** GIVEN DATA follows **

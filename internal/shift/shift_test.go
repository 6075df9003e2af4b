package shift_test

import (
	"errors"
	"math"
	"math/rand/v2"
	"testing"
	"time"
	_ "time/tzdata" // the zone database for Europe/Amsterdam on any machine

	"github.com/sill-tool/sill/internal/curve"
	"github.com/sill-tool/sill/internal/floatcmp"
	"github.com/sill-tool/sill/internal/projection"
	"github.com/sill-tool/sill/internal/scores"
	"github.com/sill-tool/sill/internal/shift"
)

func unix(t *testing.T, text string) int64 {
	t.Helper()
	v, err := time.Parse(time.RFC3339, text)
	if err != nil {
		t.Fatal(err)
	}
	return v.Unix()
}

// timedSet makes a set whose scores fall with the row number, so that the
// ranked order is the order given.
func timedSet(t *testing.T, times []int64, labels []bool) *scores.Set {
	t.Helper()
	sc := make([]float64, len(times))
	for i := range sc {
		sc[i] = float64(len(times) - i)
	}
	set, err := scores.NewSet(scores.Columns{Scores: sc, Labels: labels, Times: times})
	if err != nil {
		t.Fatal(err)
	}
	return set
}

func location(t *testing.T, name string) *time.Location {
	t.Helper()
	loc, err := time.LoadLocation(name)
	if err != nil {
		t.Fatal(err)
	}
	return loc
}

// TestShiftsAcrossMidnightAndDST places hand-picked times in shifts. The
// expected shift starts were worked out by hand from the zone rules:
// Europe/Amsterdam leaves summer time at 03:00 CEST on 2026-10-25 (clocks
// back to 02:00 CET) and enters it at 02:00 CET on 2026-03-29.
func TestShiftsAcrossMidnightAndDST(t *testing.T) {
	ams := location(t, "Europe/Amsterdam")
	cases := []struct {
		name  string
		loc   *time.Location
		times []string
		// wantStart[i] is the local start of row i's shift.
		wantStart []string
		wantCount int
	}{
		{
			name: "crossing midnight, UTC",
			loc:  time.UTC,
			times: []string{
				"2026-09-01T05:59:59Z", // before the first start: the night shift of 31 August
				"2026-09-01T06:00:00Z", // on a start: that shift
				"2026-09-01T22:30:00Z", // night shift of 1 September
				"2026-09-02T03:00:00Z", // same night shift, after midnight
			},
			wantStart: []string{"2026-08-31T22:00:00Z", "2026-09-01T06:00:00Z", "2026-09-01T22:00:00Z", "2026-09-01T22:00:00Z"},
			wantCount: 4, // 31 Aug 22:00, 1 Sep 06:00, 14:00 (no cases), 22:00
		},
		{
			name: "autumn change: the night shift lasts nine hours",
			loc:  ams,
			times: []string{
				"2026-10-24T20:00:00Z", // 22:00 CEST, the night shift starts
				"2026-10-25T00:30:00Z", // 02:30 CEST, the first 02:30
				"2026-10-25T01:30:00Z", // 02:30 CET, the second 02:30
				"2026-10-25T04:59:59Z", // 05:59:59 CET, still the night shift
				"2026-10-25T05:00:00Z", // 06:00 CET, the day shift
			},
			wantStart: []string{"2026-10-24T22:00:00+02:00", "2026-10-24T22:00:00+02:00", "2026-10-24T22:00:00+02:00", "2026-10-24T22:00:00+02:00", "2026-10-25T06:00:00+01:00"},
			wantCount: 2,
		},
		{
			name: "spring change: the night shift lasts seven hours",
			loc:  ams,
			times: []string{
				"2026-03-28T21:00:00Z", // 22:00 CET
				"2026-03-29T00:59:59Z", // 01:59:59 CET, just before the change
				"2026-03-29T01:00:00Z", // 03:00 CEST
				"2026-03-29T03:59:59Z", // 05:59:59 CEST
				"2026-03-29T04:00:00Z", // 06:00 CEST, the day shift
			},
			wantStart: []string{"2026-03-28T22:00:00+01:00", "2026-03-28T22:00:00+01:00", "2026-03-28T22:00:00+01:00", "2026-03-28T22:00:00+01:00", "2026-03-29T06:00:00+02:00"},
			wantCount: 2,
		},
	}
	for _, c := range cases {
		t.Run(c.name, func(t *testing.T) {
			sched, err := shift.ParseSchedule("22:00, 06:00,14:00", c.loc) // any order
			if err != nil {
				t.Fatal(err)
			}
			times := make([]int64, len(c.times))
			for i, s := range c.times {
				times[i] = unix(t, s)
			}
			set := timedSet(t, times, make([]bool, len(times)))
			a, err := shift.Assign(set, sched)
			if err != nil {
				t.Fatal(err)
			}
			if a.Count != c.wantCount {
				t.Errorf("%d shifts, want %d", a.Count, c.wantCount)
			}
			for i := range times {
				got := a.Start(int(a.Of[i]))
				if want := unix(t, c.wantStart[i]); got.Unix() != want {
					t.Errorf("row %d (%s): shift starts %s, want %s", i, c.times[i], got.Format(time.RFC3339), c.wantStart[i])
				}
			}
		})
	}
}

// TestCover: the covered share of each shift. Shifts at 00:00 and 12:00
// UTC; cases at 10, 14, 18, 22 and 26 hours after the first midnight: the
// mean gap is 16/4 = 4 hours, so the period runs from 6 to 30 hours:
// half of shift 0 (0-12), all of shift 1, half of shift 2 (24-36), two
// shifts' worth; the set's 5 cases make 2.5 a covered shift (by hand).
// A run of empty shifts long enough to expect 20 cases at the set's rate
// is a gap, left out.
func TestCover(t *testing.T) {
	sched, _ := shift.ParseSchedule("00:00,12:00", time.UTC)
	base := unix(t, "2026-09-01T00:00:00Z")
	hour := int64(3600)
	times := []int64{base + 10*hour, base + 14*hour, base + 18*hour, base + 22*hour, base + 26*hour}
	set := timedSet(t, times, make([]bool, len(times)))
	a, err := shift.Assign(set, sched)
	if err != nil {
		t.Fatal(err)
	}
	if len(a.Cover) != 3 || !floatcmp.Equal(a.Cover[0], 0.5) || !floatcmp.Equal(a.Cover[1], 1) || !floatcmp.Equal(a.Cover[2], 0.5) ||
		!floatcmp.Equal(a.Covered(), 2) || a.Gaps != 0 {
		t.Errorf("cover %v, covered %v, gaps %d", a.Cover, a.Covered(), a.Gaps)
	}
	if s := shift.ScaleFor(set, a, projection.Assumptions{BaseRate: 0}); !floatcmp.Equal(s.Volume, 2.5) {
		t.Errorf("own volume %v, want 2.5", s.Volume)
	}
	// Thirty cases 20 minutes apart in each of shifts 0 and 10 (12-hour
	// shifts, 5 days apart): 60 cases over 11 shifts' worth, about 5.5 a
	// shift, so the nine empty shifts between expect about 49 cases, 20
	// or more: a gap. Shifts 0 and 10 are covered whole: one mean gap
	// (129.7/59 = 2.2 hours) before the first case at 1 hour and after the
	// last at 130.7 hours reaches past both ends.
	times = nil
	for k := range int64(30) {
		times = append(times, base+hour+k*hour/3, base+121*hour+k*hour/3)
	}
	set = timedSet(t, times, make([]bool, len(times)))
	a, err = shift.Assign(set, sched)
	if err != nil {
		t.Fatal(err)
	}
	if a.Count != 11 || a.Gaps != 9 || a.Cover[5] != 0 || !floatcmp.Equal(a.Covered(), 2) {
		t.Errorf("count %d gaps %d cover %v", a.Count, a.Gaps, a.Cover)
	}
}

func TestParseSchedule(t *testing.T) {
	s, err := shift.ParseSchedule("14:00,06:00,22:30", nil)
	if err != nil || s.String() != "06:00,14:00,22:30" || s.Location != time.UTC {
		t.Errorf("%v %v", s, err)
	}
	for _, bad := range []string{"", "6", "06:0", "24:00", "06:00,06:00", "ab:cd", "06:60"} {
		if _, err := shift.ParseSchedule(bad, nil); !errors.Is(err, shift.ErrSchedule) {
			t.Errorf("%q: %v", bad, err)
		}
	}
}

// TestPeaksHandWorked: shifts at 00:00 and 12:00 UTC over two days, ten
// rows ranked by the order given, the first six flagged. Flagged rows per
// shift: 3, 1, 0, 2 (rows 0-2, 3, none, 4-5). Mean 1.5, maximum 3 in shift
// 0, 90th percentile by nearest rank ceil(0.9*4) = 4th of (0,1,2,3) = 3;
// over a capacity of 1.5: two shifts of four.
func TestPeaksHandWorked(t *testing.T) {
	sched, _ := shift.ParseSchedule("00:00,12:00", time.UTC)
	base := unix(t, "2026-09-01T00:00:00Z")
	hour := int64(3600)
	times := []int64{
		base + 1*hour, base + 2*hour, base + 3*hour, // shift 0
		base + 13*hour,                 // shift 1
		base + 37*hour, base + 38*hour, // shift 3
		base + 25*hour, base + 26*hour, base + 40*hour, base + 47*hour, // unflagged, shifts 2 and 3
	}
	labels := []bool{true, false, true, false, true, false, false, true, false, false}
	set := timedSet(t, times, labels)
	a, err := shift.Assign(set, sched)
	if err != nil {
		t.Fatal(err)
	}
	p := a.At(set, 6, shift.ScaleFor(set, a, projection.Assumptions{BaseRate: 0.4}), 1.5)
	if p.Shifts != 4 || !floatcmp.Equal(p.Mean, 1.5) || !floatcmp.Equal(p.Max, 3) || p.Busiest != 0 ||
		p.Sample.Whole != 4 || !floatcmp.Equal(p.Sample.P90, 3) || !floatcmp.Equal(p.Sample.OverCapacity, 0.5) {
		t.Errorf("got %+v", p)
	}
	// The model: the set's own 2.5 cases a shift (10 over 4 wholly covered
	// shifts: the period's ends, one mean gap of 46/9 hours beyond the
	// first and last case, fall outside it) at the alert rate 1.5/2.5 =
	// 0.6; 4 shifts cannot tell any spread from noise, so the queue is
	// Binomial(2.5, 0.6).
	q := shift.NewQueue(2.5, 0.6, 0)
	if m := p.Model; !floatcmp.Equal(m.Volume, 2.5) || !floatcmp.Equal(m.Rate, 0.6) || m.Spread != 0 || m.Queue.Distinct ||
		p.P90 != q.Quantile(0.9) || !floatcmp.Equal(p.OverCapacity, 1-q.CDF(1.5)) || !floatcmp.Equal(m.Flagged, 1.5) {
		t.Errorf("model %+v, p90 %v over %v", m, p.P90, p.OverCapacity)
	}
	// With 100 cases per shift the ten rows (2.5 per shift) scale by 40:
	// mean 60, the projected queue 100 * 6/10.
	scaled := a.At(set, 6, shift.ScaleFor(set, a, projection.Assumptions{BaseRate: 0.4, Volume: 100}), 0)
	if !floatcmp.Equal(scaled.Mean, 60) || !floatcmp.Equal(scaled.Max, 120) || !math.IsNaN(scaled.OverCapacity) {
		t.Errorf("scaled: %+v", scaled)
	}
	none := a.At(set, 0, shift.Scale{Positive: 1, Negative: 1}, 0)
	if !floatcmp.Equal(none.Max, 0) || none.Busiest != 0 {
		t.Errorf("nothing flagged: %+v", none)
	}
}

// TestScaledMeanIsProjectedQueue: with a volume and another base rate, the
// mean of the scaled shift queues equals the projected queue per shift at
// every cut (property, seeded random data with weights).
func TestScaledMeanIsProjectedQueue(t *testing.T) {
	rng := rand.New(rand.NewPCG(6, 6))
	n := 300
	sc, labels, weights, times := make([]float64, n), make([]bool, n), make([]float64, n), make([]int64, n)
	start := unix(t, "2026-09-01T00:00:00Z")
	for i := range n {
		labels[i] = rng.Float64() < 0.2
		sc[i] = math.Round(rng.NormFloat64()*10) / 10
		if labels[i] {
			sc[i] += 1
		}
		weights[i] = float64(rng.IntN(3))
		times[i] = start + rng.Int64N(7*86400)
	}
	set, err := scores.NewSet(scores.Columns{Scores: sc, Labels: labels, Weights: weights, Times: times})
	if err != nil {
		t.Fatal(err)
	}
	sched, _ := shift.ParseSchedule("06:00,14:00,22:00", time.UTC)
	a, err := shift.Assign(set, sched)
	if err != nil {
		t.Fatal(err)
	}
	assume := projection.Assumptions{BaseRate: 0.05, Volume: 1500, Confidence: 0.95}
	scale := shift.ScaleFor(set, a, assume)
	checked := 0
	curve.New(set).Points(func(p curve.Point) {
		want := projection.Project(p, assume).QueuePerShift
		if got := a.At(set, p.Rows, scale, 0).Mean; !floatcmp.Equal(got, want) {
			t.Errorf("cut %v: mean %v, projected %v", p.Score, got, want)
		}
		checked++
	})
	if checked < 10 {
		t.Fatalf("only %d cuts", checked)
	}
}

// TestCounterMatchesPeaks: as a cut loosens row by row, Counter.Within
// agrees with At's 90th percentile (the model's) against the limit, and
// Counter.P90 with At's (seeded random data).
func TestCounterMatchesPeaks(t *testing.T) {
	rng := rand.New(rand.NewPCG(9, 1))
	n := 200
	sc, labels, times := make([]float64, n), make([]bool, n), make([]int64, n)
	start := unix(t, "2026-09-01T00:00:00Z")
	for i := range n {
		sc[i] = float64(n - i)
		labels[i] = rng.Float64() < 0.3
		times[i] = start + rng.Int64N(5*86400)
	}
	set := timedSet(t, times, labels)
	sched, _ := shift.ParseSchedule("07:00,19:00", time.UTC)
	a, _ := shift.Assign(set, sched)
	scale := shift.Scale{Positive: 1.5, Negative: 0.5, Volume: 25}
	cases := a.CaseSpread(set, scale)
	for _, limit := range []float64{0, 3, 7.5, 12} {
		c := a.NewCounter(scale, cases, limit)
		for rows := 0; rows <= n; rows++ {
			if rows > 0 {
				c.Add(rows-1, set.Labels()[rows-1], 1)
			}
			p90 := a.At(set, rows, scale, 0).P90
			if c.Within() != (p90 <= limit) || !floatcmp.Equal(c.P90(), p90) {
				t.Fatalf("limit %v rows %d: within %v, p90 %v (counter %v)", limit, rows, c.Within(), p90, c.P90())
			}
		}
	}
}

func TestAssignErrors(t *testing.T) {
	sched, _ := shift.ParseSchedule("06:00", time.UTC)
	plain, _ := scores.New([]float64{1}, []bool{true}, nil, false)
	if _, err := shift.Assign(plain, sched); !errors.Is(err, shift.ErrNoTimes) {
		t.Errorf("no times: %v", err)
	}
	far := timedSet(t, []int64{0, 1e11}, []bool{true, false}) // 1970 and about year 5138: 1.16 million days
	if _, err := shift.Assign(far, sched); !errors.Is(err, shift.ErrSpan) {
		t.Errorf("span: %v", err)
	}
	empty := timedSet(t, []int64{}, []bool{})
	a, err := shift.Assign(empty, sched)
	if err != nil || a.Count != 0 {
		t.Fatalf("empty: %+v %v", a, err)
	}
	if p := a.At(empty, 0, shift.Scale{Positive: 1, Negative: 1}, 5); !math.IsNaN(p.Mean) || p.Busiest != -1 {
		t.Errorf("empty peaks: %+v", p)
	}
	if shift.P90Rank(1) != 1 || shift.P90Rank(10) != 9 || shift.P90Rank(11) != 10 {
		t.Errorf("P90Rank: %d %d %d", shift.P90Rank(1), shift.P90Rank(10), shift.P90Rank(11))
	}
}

** End of GIVEN DATA **

Which lines in the material above include the string "apart"? Pull them out.

	// Thirty cases 20 minutes apart in each of shifts 0 and 10 (12-hour
	// shifts, 5 days apart): 60 cases over 11 shifts' worth, about 5.5 a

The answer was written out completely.